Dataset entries
-------------------------
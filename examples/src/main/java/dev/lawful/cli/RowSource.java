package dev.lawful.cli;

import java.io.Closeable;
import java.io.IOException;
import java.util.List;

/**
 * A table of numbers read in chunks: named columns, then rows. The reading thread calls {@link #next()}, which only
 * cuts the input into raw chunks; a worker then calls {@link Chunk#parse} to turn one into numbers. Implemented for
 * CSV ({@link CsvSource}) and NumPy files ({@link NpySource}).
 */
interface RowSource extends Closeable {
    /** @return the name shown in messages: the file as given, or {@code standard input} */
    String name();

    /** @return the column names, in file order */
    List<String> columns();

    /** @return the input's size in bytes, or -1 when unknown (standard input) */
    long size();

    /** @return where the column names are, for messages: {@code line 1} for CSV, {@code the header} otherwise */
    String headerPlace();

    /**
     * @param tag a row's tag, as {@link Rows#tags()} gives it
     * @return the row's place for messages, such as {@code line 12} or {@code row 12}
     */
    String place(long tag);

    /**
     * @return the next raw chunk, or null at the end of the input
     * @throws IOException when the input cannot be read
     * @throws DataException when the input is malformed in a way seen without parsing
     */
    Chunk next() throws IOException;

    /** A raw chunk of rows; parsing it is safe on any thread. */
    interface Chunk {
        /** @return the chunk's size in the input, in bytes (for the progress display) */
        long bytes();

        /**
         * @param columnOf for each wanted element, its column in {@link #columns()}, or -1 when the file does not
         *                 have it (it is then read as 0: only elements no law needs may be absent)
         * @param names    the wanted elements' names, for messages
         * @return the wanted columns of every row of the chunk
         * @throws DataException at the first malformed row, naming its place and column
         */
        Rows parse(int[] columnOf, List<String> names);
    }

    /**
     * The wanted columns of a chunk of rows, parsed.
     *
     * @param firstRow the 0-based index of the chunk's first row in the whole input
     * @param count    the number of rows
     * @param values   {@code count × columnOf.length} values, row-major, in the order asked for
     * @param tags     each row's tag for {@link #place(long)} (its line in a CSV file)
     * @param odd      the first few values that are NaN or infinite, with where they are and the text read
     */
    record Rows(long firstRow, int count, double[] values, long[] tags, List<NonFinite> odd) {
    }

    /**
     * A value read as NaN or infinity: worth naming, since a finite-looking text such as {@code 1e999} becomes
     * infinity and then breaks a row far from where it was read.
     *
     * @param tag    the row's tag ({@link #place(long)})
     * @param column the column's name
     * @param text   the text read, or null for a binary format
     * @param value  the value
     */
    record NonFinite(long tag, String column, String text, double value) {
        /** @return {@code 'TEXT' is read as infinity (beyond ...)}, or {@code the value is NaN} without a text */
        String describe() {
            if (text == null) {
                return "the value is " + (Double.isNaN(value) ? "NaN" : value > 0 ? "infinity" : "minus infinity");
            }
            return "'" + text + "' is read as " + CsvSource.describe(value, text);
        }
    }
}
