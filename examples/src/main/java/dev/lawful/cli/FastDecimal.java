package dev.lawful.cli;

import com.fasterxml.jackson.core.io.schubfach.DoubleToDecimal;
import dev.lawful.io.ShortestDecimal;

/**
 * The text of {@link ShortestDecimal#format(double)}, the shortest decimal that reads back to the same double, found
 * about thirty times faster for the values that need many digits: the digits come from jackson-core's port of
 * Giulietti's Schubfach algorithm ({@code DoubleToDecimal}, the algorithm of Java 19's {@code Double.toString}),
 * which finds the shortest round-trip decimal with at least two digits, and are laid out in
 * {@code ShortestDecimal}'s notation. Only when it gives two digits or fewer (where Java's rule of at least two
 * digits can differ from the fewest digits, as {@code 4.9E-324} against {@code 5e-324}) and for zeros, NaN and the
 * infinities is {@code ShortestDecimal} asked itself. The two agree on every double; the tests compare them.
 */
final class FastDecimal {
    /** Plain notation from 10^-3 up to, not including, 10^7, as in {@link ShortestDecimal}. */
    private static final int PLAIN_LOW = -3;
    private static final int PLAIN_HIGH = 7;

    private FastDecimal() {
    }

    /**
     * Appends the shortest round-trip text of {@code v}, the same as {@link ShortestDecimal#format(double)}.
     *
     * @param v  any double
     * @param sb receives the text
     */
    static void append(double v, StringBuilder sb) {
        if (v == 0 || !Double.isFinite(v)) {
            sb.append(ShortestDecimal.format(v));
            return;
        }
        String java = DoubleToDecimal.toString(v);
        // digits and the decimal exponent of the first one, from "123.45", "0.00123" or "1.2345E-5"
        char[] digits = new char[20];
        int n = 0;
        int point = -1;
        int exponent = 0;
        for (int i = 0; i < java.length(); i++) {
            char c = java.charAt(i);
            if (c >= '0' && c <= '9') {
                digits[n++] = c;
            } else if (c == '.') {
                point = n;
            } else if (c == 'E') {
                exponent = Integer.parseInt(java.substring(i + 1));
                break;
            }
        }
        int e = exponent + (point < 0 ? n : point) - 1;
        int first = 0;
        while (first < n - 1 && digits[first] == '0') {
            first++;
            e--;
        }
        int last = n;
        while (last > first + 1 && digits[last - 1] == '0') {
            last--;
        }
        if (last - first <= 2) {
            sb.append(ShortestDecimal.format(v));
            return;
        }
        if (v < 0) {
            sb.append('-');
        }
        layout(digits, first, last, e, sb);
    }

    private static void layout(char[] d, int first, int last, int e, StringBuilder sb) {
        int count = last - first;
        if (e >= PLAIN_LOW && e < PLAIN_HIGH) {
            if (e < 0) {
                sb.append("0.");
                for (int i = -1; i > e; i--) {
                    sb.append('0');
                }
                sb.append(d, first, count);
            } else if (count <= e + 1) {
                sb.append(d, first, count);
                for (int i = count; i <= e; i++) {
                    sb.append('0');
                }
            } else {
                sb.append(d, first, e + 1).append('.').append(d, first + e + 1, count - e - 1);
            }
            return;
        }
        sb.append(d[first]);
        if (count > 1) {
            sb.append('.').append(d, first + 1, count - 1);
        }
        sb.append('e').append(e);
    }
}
-------------------------
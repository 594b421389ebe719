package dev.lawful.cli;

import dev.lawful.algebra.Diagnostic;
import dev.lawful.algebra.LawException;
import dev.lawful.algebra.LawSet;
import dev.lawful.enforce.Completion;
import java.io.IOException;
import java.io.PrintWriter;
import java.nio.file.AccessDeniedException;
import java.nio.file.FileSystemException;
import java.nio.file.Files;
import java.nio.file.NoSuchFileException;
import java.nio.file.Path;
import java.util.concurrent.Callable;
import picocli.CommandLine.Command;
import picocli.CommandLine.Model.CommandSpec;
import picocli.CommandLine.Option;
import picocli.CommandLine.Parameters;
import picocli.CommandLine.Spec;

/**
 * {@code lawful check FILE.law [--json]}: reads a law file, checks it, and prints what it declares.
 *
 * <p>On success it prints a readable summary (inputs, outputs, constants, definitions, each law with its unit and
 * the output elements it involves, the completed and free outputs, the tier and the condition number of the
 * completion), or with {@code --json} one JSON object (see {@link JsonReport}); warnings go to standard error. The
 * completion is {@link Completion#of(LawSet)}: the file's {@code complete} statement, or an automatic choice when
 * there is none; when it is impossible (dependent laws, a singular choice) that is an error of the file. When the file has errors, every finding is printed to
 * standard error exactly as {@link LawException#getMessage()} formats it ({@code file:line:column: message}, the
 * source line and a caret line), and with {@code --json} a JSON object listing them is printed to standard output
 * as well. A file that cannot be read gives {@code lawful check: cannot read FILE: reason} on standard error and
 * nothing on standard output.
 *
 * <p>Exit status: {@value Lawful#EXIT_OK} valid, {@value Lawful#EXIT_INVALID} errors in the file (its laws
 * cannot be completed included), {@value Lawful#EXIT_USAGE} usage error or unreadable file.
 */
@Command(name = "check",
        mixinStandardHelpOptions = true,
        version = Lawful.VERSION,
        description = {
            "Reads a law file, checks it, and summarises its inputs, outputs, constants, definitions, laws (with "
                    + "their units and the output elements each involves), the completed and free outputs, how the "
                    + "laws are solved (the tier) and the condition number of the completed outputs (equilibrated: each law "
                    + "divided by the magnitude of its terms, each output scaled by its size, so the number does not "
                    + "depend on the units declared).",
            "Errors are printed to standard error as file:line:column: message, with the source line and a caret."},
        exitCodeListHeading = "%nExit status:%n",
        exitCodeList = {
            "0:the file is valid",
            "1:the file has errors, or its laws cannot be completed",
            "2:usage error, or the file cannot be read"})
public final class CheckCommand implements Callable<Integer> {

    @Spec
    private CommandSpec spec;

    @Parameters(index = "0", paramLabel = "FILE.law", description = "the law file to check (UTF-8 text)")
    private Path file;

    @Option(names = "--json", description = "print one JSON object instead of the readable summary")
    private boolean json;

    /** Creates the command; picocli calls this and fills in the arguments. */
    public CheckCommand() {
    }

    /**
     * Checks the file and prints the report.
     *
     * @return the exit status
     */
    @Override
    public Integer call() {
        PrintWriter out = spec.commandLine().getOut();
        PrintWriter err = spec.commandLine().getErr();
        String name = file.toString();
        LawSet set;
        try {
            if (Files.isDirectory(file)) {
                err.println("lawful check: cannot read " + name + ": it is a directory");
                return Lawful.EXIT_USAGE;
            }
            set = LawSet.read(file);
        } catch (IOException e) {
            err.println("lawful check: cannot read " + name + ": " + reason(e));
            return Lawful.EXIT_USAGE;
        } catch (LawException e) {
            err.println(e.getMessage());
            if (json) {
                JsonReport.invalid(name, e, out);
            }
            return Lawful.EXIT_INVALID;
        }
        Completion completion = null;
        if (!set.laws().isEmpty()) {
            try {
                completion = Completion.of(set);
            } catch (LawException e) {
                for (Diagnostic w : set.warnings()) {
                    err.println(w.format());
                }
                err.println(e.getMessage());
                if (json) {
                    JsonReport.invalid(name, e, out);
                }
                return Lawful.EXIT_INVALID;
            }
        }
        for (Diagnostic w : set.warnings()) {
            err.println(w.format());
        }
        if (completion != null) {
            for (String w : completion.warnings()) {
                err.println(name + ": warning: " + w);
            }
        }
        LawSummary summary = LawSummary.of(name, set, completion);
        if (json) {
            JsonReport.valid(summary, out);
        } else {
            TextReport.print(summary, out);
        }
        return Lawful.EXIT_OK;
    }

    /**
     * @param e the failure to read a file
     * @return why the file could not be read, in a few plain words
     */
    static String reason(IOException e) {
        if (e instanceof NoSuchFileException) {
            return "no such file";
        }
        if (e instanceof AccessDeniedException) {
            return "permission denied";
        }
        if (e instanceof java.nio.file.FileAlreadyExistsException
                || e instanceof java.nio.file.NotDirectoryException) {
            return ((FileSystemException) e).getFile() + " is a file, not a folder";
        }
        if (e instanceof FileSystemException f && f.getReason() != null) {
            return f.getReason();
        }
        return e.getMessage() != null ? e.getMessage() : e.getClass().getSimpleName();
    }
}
-------------------------
#### [WORK ORDER]
Write down again, exactly as given, only the lines above that fall from the line with "names, for messages" to the line with "jackson-core's port of", inclusive.

#### [ANSWER BELOW]
         * @param names    the wanted elements' names, for messages
         * @return the wanted columns of every row of the chunk
         * @throws DataException at the first malformed row, naming its place and column
         */
        Rows parse(int[] columnOf, List<String> names);
    }

    /**
     * The wanted columns of a chunk of rows, parsed.
     *
     * @param firstRow the 0-based index of the chunk's first row in the whole input
     * @param count    the number of rows
     * @param values   {@code count × columnOf.length} values, row-major, in the order asked for
     * @param tags     each row's tag for {@link #place(long)} (its line in a CSV file)
     * @param odd      the first few values that are NaN or infinite, with where they are and the text read
     */
    record Rows(long firstRow, int count, double[] values, long[] tags, List<NonFinite> odd) {
    }

    /**
     * A value read as NaN or infinity: worth naming, since a finite-looking text such as {@code 1e999} becomes
     * infinity and then breaks a row far from where it was read.
     *
     * @param tag    the row's tag ({@link #place(long)})
     * @param column the column's name
     * @param text   the text read, or null for a binary format
     * @param value  the value
     */
    record NonFinite(long tag, String column, String text, double value) {
        /** @return {@code 'TEXT' is read as infinity (beyond ...)}, or {@code the value is NaN} without a text */
        String describe() {
            if (text == null) {
                return "the value is " + (Double.isNaN(value) ? "NaN" : value > 0 ? "infinity" : "minus infinity");
            }
            return "'" + text + "' is read as " + CsvSource.describe(value, text);
        }
    }
}
filename examples/src/main/java/dev/lawful/cli/FastDecimal.java
package dev.lawful.cli;

import com.fasterxml.jackson.core.io.schubfach.DoubleToDecimal;
import dev.lawful.io.ShortestDecimal;

/**
 * The text of {@link ShortestDecimal#format(double)}, the shortest decimal that reads back to the same double, found
 * about thirty times faster for the values that need many digits: the digits come from jackson-core's port of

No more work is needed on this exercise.